PSKE - Basic monitoring

Every PSKE cluster includes an integrated monitoring stack consisting of Prometheus for metrics collection and Grafana for visualization. All dashboards operate in the Gardener Shoot context — covering the Kubernetes cluster including its control plane.

Accessing Grafana

When monitoring is enabled for a cluster, the Grafana credentials are available directly in the PSKE dashboard. Navigate to the relevant project (1) and cluster (2) to find the Grafana credentials (3) and direct link (4). Credentials can be copied with a single click (5).

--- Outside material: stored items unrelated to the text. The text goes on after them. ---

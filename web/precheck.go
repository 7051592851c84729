package web

import (
	"rolloff/sweep/plan"
	"rolloff/sweep/sched"
)

// CheckPlan checks a submitted plan against the served bench (plan
// ranges, strategy, limits) so that a plan the bench cannot run is
// answered 400 naming the field, before it is queued and before anything
// reaches an instrument.
func (g *bridge) CheckPlan(p *plan.Plan) error {
	opts := sched.Opts{}
	if g.b.Sim != nil {
		opts.RangeKnown = g.b.Sim.ConverterRange() >= 0
	}
	inst := sched.Instruments{
		Generator: g.b.Generator, DCVoltmeter: g.b.DCVoltmeter, Converter: g.b.Converter,
		ACVoltmeter: g.b.ACVoltmeter, Limits: g.Limits(),
	}
	return sched.CheckPlan(p, inst, opts)
}
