package web

import (
	"context"
	"encoding/json"
	"time"

	"rolloff/sweep/plan"
	"rolloff/sweep/queue"
	"rolloff/sweep/store"
)

// indexSaveEvery is how often, at most, the daemon writes the store's
// run index while runs change; it is written on shutdown too, and a run
// changed after the last write is found again from its directory.
const indexSaveEvery = 5 * time.Minute

// openIndex opens the store's run index; without one (it cannot be
// read or made) the store is listed whole, as before.
func (g *bridge) openIndex() {
	x, err := g.st.OpenIndex()
	if err != nil {
		g.log.Warn().Err(err).Msg("no run index; the run store is listed whole")
		return
	}
	g.idx, g.idxSaved = x, time.Now()
	// What the opening repaired is written meanwhile, so that the next
	// start finds it.
	go func() {
		if err := x.Save(); err != nil {
			g.log.Warn().Err(err).Msg("run index not saved")
		}
	}()
}

var _ queue.ChangeLister = (*bridge)(nil)

// ListChanged implements queue.ChangeLister with the store's index: the
// runs whose summary changed since the last call.
func (g *bridge) ListChanged(ctx context.Context) ([]queue.Stored, error) {
	if g.idx == nil {
		return g.List(ctx)
	}
	sums, err := g.idx.Refresh()
	if err != nil {
		return nil, err
	}
	g.mu.Lock()
	for id := range g.unseen {
		if s, ok := g.idx.Get(id); ok {
			sums = append(sums, s)
		}
	}
	g.unseen = nil
	g.mu.Unlock()
	g.saveIndex(false)
	return g.stored(sums), nil
}

// Unseen asks for run id in the next ListChanged again: the queue could
// not take it this time.
func (g *bridge) Unseen(id string) {
	g.mu.Lock()
	if g.unseen == nil {
		g.unseen = map[string]bool{}
	}
	g.unseen[id] = true
	g.mu.Unlock()
}

// saveIndex writes the index when it changed, at most every
// indexSaveEvery unless now is set.
func (g *bridge) saveIndex(now bool) {
	if g.idx == nil {
		return
	}
	g.mu.Lock()
	due := now || time.Since(g.idxSaved) >= indexSaveEvery
	if due {
		g.idxSaved = time.Now()
	}
	g.mu.Unlock()
	if due {
		if err := g.idx.Save(); err != nil {
			g.log.Warn().Err(err).Msg("run index not saved")
		}
	}
}

// storedOf is a run of the store as the queue lists it: the plan as far
// as the summary tells it, the result as far as the figures do.
func storedOf(s store.Summary) queue.Stored {
	st := queue.Stored{ID: s.ID, Name: s.Name, State: s.State, Created: s.Created, Points: s.Points}
	st.Plan = &plan.Plan{Name: s.Name, ReferenceHz: s.Plan.ReferenceHz, Unit: s.Plan.Unit, Batch: s.Plan.Batch,
		Frequencies: plan.Frequencies{Spacing: s.Plan.Spacing, StartHz: s.Plan.StartHz, StopHz: s.Plan.StopHz},
		Level:       plan.Level{Vrms: s.Plan.Vrms}, Ranging: plan.Ranging{Strategy: s.Plan.Strategy},
		Refine: plan.Refine{Enabled: s.Plan.Refine}}
	switch {
	case s.Figures != nil:
		st.Result, _ = json.Marshal(s.Figures)
	case s.LowHz != nil || s.HighHz != nil:
		st.Result, _ = json.Marshal(map[string]*float64{"low_hz": s.LowHz, "high_hz": s.HighHz})
	}
	return st
}
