package main

import (
	"context"
	"errors"
	"flag"
	"fmt"
	"math"
	"text/tabwriter"
	"time"

	"rolloff/driver/profile"
	"rolloff/driver/sim"
	"rolloff/sweep/analysis"
	"rolloff/sweep/plan"
	"rolloff/sweep/sched/onbench"
)

func init() {
	register(&command{
		name:    "plan",
		summary: "list a plan's points and estimate its duration (switches nothing on)",
		run:     runPlanCmd,
	})
}

func runPlanCmd(ctx context.Context, env *cmdEnv, args []string) error {
	fs := flag.NewFlagSet("rolloff plan", flag.ContinueOnError)
	fs.SetOutput(env.stderr)
	benchPath := fs.String("bench", "", "bench file (required): its profiles give the converter and voltmeter timing")
	fs.Usage = func() {
		fmt.Fprintf(env.stderr, "usage: rolloff plan PLAN --bench BENCH\n\n"+
			"Prints the plan's frequencies and an estimate of the sweep's duration from\n"+
			"the converter's settle model. Only files are read: no instrument is opened.\n\n")
		fs.PrintDefaults()
	}
	pos, err := parseArgs(fs, args)
	if err != nil {
		return err
	}
	if len(pos) != 1 || *benchPath == "" {
		fs.Usage()
		return &exitError{code: 2, err: errors.New("want one PLAN and --bench BENCH")}
	}
	cfg, err := profile.LoadBench(*benchPath)
	if err != nil {
		return err
	}
	var simCfg *sim.Config
	if cfg.Sim != nil {
		if simCfg, err = sim.FromBenchFile(cfg); err != nil {
			return err
		}
	}
	p, err := plan.Load(pos[0])
	if err != nil {
		return err
	}
	if err := onbench.CheckPlan(cfg, p); err != nil {
		return &exitError{code: 2, err: err} // refused before any instrument is opened
	}
	freqs, err := p.Freqs()
	if err != nil {
		return err
	}
	flat, steep := onbench.Timing(cfg, p, 0), onbench.Timing(cfg, p, 20)
	estFlat, err := plan.Estimate(p, flat)
	if err != nil {
		return err
	}
	estSteep, err := plan.Estimate(p, steep)
	if err != nil {
		return err
	}
	w := tabwriter.NewWriter(env.stdout, 2, 8, 2, ' ', tabwriter.AlignRight)
	fmt.Fprintf(w, "#\tfrequency (Hz)\tlabel\t\n")
	for i, f := range freqs {
		fmt.Fprintf(w, "%d\t%s\t%s\t\n", i, plan.FormatHz(f.Hz, 6), f.Label)
	}
	w.Flush()
	scale := timeScale(cfg, simCfg)
	fmt.Fprintf(env.stdout, "\n%d points at %g Vrms, strategy %s, tolerance %g, %d readings per point\n",
		len(freqs), p.Level.Vrms, p.Ranging.Strategy, p.Settle.Tolerance, p.Settle.Readings)
	fmt.Fprintf(env.stdout, "estimated duration (settle model, physical time):\n")
	fmt.Fprintf(env.stdout, "  flat response:                %s\n", fmtDur(estFlat.PhysicalS))
	fmt.Fprintf(env.stdout, "  20 dB/decade at every point:  %s (slowest point %s Hz, %s)\n",
		fmtDur(estSteep.PhysicalS), plan.FormatHz(estSteep.SlowestHz, 4), fmtDur(estSteep.SlowestS))
	if estFlat.RefinePoints > 0 {
		fmt.Fprintf(env.stdout, "  corner refinement:            up to %d points, about %s\n",
			estFlat.RefinePoints, fmtDur(float64(estFlat.RefinePoints)*estSteep.PhysicalS/math.Max(1, float64(estSteep.Points))))
	}
	if estFlat.DriftPoints > 0 {
		fmt.Fprintf(env.stdout, "  drift checks:                 %d at %s, about %s to %s\n",
			estFlat.DriftPoints, analysis.FormatHz(p.ReferenceHz, 4), fmtDur(estFlat.DriftS), fmtDur(estSteep.DriftS))
	}
	if scale != 1 {
		fmt.Fprintf(env.stdout, "simulated bench time scale %g: wall time %s to %s\n", scale,
			fmtDur(estFlat.TotalS/scale), fmtDur(estSteep.TotalS/scale))
	}
	return nil
}

// timeScale returns the simulated bench's time scale (1 on real benches).
func timeScale(cfg *profile.BenchFile, simCfg *sim.Config) float64 {
	if simCfg != nil && simCfg.TimeScale > 0 {
		return simCfg.TimeScale
	}
	if cfg.TimeScale > 0 {
		return cfg.TimeScale
	}
	return 1
}

func fmtDur(s float64) string {
	return time.Duration(s * float64(time.Second)).Round(10 * time.Millisecond).String()
}

// parseArgs parses flags placed before, between or after the positional
// arguments, and returns the positional ones.
func parseArgs(fs *flag.FlagSet, args []string) ([]string, error) {
	var pos []string
	for {
		if err := fs.Parse(args); err != nil {
			return nil, err
		}
		if fs.NArg() == 0 {
			return pos, nil
		}
		rest := fs.Args()
		if rest[0] == "--" {
			return append(pos, rest[1:]...), nil
		}
		pos = append(pos, rest[0])
		args = rest[1:]
	}
}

After logging in, the Grafana interface opens. Use the magnifying glass (1) to access the list of preconfigured dashboards (2).

Available Dashboards

API Server

Dashboards covering the Kubernetes API Server of your Shoot cluster.

DashboardDescription
API ServerOverview of request rates, error rates, and latency of the API Server.
API Server (Admission Details)Admission controller runtimes and errors in detail.
API Server (Request Details)Breakdown of API requests by verb, resource, and status code.
API Server (Storage Details)etcd storage metrics from the API Server’s perspective.
API Server (Watch Details)Watch connections and their load on the API Server.
API Server ProxyMetrics for the API Server proxy (Istio-based, Shoot network).
API Server Request Duration and Response SizeLatency histograms and response sizes for all API requests.
Kubernetes API Server DetailsExtended metrics on goroutines, work queues, and internal API Server components.
Kubernetes API Server WatchesCount and latency of active Watch connections to the API Server.

Control Plane

Status and overview of the Gardener-managed control plane components.

DashboardDescription
Cluster OverviewOverall cluster status: node count, pod count, resource utilization.
Kubernetes Control Plane StatusAvailability and health of all control plane components.
Controlplane Logs DashboardCentralized log view for all control plane components (seed-side).
Shoot control plane resource usage by owner and containerCPU and RAM consumption of all control plane containers, broken down by owner and container name.
Machine Controller ManagerStatus and metrics of the Gardener Machine Controller Manager (node lifecycle).

ETCD

DashboardDescription
ETCDOverview of the etcd cluster: latency, leader status, DB size.
ETCD Cluster DetailsDetailed metrics on Raft, network, and peer communication.
ETCD Backup and RestoreStatus and duration of etcd backups and restore events.
ETCD Compaction JobMetrics for the etcd compaction job (cleanup of old revisions).

Workloads and Nodes

Dashboards for your applications and nodes in the Shoot cluster.

DashboardDescription
Node DetailsCPU, RAM, disk, and network metrics for individual nodes.
Node/Worker Pool OverviewResource utilization and status across all worker pools.
Kubernetes PodsStatus, restarts, and resource usage of all pods (seed and Shoot context).
Kubernetes DeploymentsRollout status, replica count, and availability of all Deployments.
Kubernetes DaemonSetsStatus and rollout progress of all DaemonSets in the Shoot.
Kubernetes StatefulSetsStatus and replica count of all StatefulSets (seed and Shoot context).
Container ImagesOverview of all container images in use within the Shoot cluster.

Network

DashboardDescription
DNSCoreDNS metrics: request rate, errors, and latency.
Reversed VPN OpenVPN Server (HA)Status and metrics of the internal OpenVPN server for Shoot control plane connectivity.

Cilium (CNI)

Available when Cilium is configured as the CNI plugin.

DashboardDescription
Cilium Agent MetricsCilium agent metrics per node: policy enforcement, connection state.
Cilium Hubble MetricsNetwork flow metrics from Hubble: connections, drops, DNS.
Cilium Operator MetricsStatus and metrics of the Cilium Operator.

Controller Runtime

Dashboards for Kubernetes controllers using the controller-runtime framework (including Gardener-internal controllers).

DashboardDescription
Controller Runtime / ControllersOverview of all active controllers and their reconcile rates.
Controller Runtime / Controller DetailsDetailed metrics on queue lengths and error rates per controller.
Controller Runtime / WebhooksOverview of all registered Admission Webhooks.
Controller Runtime / Webhook DetailsLatency and error rates per individual webhook.
Controller Runtime / Client-Goclient-go library metrics: cache, requests, and throttling.

Monitoring Infrastructure

DashboardDescription
PrometheusInternal status of the Prometheus instance: scrape duration, TSDB size, rules.